Pero él veía lo que quería ver perfectamente: a su presa. Después del
Caballero del Dragón debería buscar otro caballero que valiese la pena
para ser el desafío. Le tocaría viajar por las tierras Alba. O quizás se
acercase al Condado de Medina-Sidonia y ofreciese allí sus servicios
ante la guerra que parecía prepararse. Total, su padre y su hermano
mayor no protestarían porque fuese a luchar lejos, ganarían favores y se
alegrarían de que él se encontrase alejado del marquesado familiar.
Una guerra de nuevo, eso le hacía correr la sangre aceleradamente de
nuevo. Bueno, eso y que el otro caballero finalmente había hecho
descender el visor de su casco y se disponía a tomar su posición.
En el centro del campo, el juez que observaba esta justa hizo un gesto, y
al unísono, ambos jinetes espolearon sus monturas el uno al encuentro
del otro. Podía notar los músculos de su caballo en tensión a medida que
arrancaba a toda velocidad. La lanza pesaba más ahora que descendía y
perdía la verticalidad, pero estaba habituado.
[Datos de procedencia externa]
/* Topics, payloads and link options of the MQTT side, without a broker
 * (the broker tests are tests/integration/test_mqtt_*.sh). No science here. */
#include <math.h>
#include <setjmp.h>
#include <stdarg.h>
#include <stddef.h>
#include <stdint.h>
#include <stdlib.h>
#include <string.h>
#include <cmocka.h>

#include "hs_pond_doc.h"
#include "hs_publish.h"
#include "hs_store.h"

static void topics_refuse_wildcards(void **unused)
{
    (void)unused;
    hs_topics t;
    char buf[HS_TOPIC_MAX];
    assert_int_equal(hs_topics_init(&t, "halostage", "demo"), 0);
    assert_int_equal(hs_topic(buf, sizeof buf, &t, "alarm", "crys-1", "bittern"), 0);
    assert_string_equal(buf, "halostage/demo/alarm/crys-1/bittern");
    assert_int_equal(hs_topic(buf, sizeof buf, &t, "gateway", NULL, NULL), 0);
    assert_string_equal(buf, "halostage/demo/gateway");
    assert_int_equal(hs_topic_commands(buf, sizeof buf, &t), 0);
    assert_string_equal(buf, "halostage/demo/command/#");
    assert_int_equal(hs_topic(buf, sizeof buf, &t, "alarm", "a/b", "x"), -1);
    assert_int_equal(hs_topic(buf, sizeof buf, &t, "alarm", "a", "#"), -1);
    assert_int_equal(hs_topic(buf, sizeof buf, &t, "alarm", "+", "x"), -1);
    assert_int_equal(hs_topic(buf, sizeof buf, &t, "alarm", "", "x"), -1);
    assert_int_equal(hs_topic(buf, 20, &t, "alarm", "crys-1", "bittern"), -1); /* too long */
    assert_int_equal(hs_topics_init(&t, "plant/halostage", "demo"), 0);
    assert_int_equal(hs_topics_init(&t, "halostage/", "demo"), -1);
    assert_int_equal(hs_topics_init(&t, "halo#", "demo"), -1);
    assert_int_equal(hs_topics_init(&t, "halostage", "de/mo"), -1);
}

static void iso_times_are_utc(void **unused)
{
    (void)unused;
    char buf[40];
    hs_iso8601_ms(buf, sizeof buf, INT64_C(1767225600123));
    assert_string_equal(buf, "2026-01-01T00:00:00.123Z");
    hs_iso8601_ms(buf, sizeof buf, 0);
    assert_string_equal(buf, "1970-01-01T00:00:00.000Z");
}

/* The pond-state document: unknown is null, units in the names, one shape
 * of the day counts, and numbers with their digits, not binary noise. */
static void pond_doc_shape_and_digits(void **unused)
{
    (void)unused;
    struct hs_pond_doc d;
    hs_pond_doc_init(&d);
    d.pond = "crys-1";
    d.role = "crystalliser";
    d.t_ms = INT64_C(1767225600000);
    d.quality = HS_QUALITY_GOOD;
    d.state.density_kg_m3 = 1212.5;
    d.state.temperature_c = 16.9 + 2e-15; /* 16.900000000000002 in %.17g */
    d.state.stage = HC_STAGE_HALITE;
    d.hydro.depth_m = 0.31;
    d.hydro.days_to_target_low = 3.0;
    d.hydro.days_to_target_high = 7.123456789;
    json_t *o = hs_pond_doc_json(&d);
    assert_non_null(o);
    assert_true(fabs(json_real_value(json_object_get(o, "density_kg_m3")) - 1212.5) < 1e-12);
    assert_true(json_is_null(json_object_get(o, "practical_salinity"))); /* unknown: null */
    assert_true(json_is_null(json_object_get(o, "volume_m3")));
    assert_true(json_is_null(json_object_get(o, "level_quality")));
    assert_true(json_is_null(json_object_get(o, "note")));
    assert_string_equal(json_string_value(json_object_get(o, "stage")), "halite");
    assert_string_equal(json_string_value(json_object_get(o, "quality")), "good");
    assert_string_equal(json_string_value(json_object_get(o, "role")), "crystalliser");
    assert_string_equal(json_string_value(json_object_get(o, "time")), "2026-01-01T00:00:00.000Z");
    json_t *days = json_object_get(o, "days_to_target");
    assert_true(json_is_object(days)); /* one shape: {low, expected, high} */
    assert_true(json_is_null(json_object_get(days, "expected")));
    assert_null(json_object_get(o, "days_to_target_low"));
    char *text = hs_doc_dumps(o);
    assert_non_null(text);
    assert_non_null(strstr(text, "\"temperature_c\":16.9,"));
    assert_non_null(strstr(text, "\"high\":7.123}")); /* a forecast: 4 digits */
    assert_non_null(strstr(text, "\"depth_m\":0.31,"));
    assert_null(strstr(text, "0000000"));
    free(text);
    json_decref(o);
}

/* A stored row gives the same keys, in the same order, as a live one. */
static void pond_doc_from_row_same_keys(void **unused)
{
    (void)unused;
    struct hs_pond_doc live, stored;
    hs_pond_doc_init(&live);
    live.pond = "a";
    hs_state_row row;
    memset(&row, 0, sizeof row);
    hc_state_clear(&row.state);
    hs_pond_extra_clear(&row.extra);
    row.t_ms = 1000;
    row.extra.volume_m3 = 1234567.891;
    row.extra.dissolved_salt_t = 55.5;
    hs_pond_doc_from_row(&stored, &row, "a", NULL);
    json_t *a = hs_pond_doc_json(&live), *b = hs_pond_doc_json(&stored);
    assert_int_equal(json_object_size(a), json_object_size(b));
    void *ia = json_object_iter(a), *ib = json_object_iter(b);
    for (; ia != NULL && ib != NULL; ia = json_object_iter_next(a, ia),
                                     ib = json_object_iter_next(b, ib))
        assert_string_equal(json_object_iter_key(ia), json_object_iter_key(ib));
    char *text = hs_doc_dumps(b);
    assert_non_null(strstr(text, "\"volume_m3\":1234568.0,"));
    assert_non_null(strstr(text, "\"dissolved_salt_t\":55.5,"));
    free(text);
    json_decref(a);
    json_decref(b);
}

static void alarm_payload_fields(void **unused)
{
    (void)unused;
    hs_alarm_event ev = {
        .event_id = 42, .episode_id = 40, .t_ms = 1000, .pond = "crys-1", .rule = "bittern",
        .kind = HS_RULE_BITTERN_LIMIT, .from = HS_ALARM_UNACKED, .to = HS_ALARM_ACKED,
        .active = 1, .cause = "acknowledged", .quantity = HS_QTY_BAUME, .value = 29.4,
        .limit = 29.0, .priority = HS_PRIORITY_HIGH, .actor = "ana", .note = NULL,
    };
    json_t *o = hs_alarm_payload(&ev);
    assert_int_equal(json_integer_value(json_object_get(o, "event_id")), 42);
    assert_int_equal(json_integer_value(json_object_get(o, "episode_id")), 40);
    assert_string_equal(json_string_value(json_object_get(o, "from")), "unacknowledged");
    assert_string_equal(json_string_value(json_object_get(o, "state")), "acknowledged");
    assert_string_equal(json_string_value(json_object_get(o, "quantity")), "baume");
    assert_string_equal(json_string_value(json_object_get(o, "priority")), "high");
    assert_string_equal(json_string_value(json_object_get(o, "actor")), "ana");
    assert_true(json_is_null(json_object_get(o, "note")));
    assert_null(json_object_get(o, "shelved_until"));
    json_decref(o);
    char *gw = hs_gateway_payload(&(hs_topics){"halostage", "demo"}, 0);
    assert_string_equal(gw, "{\"online\":false,\"site\":\"demo\"}");
    free(gw);
}

static void link_options_checked(void **unused)
{
    (void)unused;
    char err[256];
    hp_mqtt_options o = {.uri = "mqtts://127.0.0.1:8883", .client_id = "t"};
    assert_null(hp_mqtt_new(&o, err, sizeof err));
    assert_non_null(strstr(err, "CA file"));
    o.uri = "http://127.0.0.1:1883";
    assert_null(hp_mqtt_new(&o, err, sizeof err));
    assert_non_null(strstr(err, "mqtt://"));
    o.uri = "mqtt://127.0.0.1:1883";
    o.cert_file = "gw.pem";
    assert_null(hp_mqtt_new(&o, err, sizeof err));
    assert_non_null(strstr(err, "key"));
    o.cert_file = NULL;
    o.client_id = "";
    assert_null(hp_mqtt_new(&o, err, sizeof err));
    o.client_id = "t";
    hp_mqtt *m = hp_mqtt_new(&o, err, sizeof err);
    assert_non_null(m);
    assert_int_equal(hp_mqtt_connected(m), 0);
    assert_int_equal(hp_mqtt_publish(m, "x", "y", 1, 1, 0, 1), -1); /* not connected */
    hp_mqtt_free(m, 0);
}

/* An acknowledgement deletes its row in the open batch and waits for the
 * next commit: the writer no longer sends the row, a reader of the file still
 * sees it until the commit (a crash before it only repeats the message). */
static int count_row(void *ctx, const hs_outbox_msg *m)
{
    (void)m;
    (*(int *)ctx)++;
    return 0;
}

static int64_t committed_rows(const char *path)
{
    char err[256];
    hs_store *r = hs_store_open(path, HS_STORE_READ, NULL, err, sizeof err);
    assert_non_null(r);
    int64_t n = -1;
    assert_int_equal(hs_store_outbox_count(r, &n), 0);
    hs_store_close(r);
    return n;
}

static void ack_waits_for_the_commit(void **unused)
{
    (void)unused;
    char dir[] = "/tmp/hs-publish-test.XXXXXX", path[64], err[256];
    assert_non_null(mkdtemp(dir));
    snprintf(path, sizeof path, "%s/h.db", dir);
    hs_store *st = hs_store_open(path, HS_STORE_WRITE, NULL, err, sizeof err);
    assert_non_null(st);
    assert_int_equal(hs_store_outbox_put(st, HS_MSG_ALARM, "a/1", "x", 1, 1, 0), 0);
    assert_int_equal(hs_store_outbox_put(st, HS_MSG_ALARM, "a/2", "y", 1, 1, 0), 0);
    assert_int_equal(hs_store_flush(st), 0);
    assert_int_equal(committed_rows(path), 2);
    int64_t first = 1;
    assert_int_equal(hs_store_outbox_done(st, &first, 1), 0);
    int left = 0;
    assert_int_equal(hs_store_outbox_peek(st, 0, 10, count_row, &left), 1);
    assert_int_equal(left, 1);              /* the writer sends only the other one */
    assert_int_equal(committed_rows(path), 2); /* the delete is not on disk yet */
    assert_int_equal(hs_store_commit_due(st, 1), 1);
    assert_int_equal(committed_rows(path), 1);
    hs_store_close(st);
    char rm[96];
    snprintf(rm, sizeof rm, "rm -rf %s", dir);
    assert_int_equal(system(rm), 0);
}

int main(void)
{
    const struct CMUnitTest tests[] = {
        cmocka_unit_test(topics_refuse_wildcards),
        cmocka_unit_test(iso_times_are_utc),
        cmocka_unit_test(pond_doc_shape_and_digits),
        cmocka_unit_test(pond_doc_from_row_same_keys),
        cmocka_unit_test(alarm_payload_fields),
        cmocka_unit_test(link_options_checked),
        cmocka_unit_test(ack_waits_for_the_commit),
    };
    return cmocka_run_group_tests(tests, NULL, NULL);
}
Con práctica, la cruzó
sobre su caballo, alineándola para que cruzase la trayectoria de su
rival, del otro lado de la valla divisoria. En el último momento, la
alzó levemente.
El encontronazo fue brutal. Su escudo se sacudió contra su pecho y su
brazo como si hubiese recibido el embate de un ariete cuando la lanza de
su rival se partió contra él. No sentía su brazo, que se había quedado
dormido del impacto. Pero no importaba, porque notaba como el impacto en
su otro brazo, el que cargaba su propia arma, remitía tras el
encontronazo y el Caballero del Dragón salía despedido fuera de su
caballo.
Durante un instante, todos los que observaban la justa se quedaron en un
silencio horrorizado. Era un deporte, era deshonorable impactar con la
lanza fuera del escudo del rival, ya que no se buscaba la muerte. Y, sin
embargo, aún con la lanza de torneo, Enrique de Sillares había apuntado
justo al borde superior del escudo, de modo que cuando el brazo de su
oponente cedió la lanza se hundió en su hombro, cerca de su cuello.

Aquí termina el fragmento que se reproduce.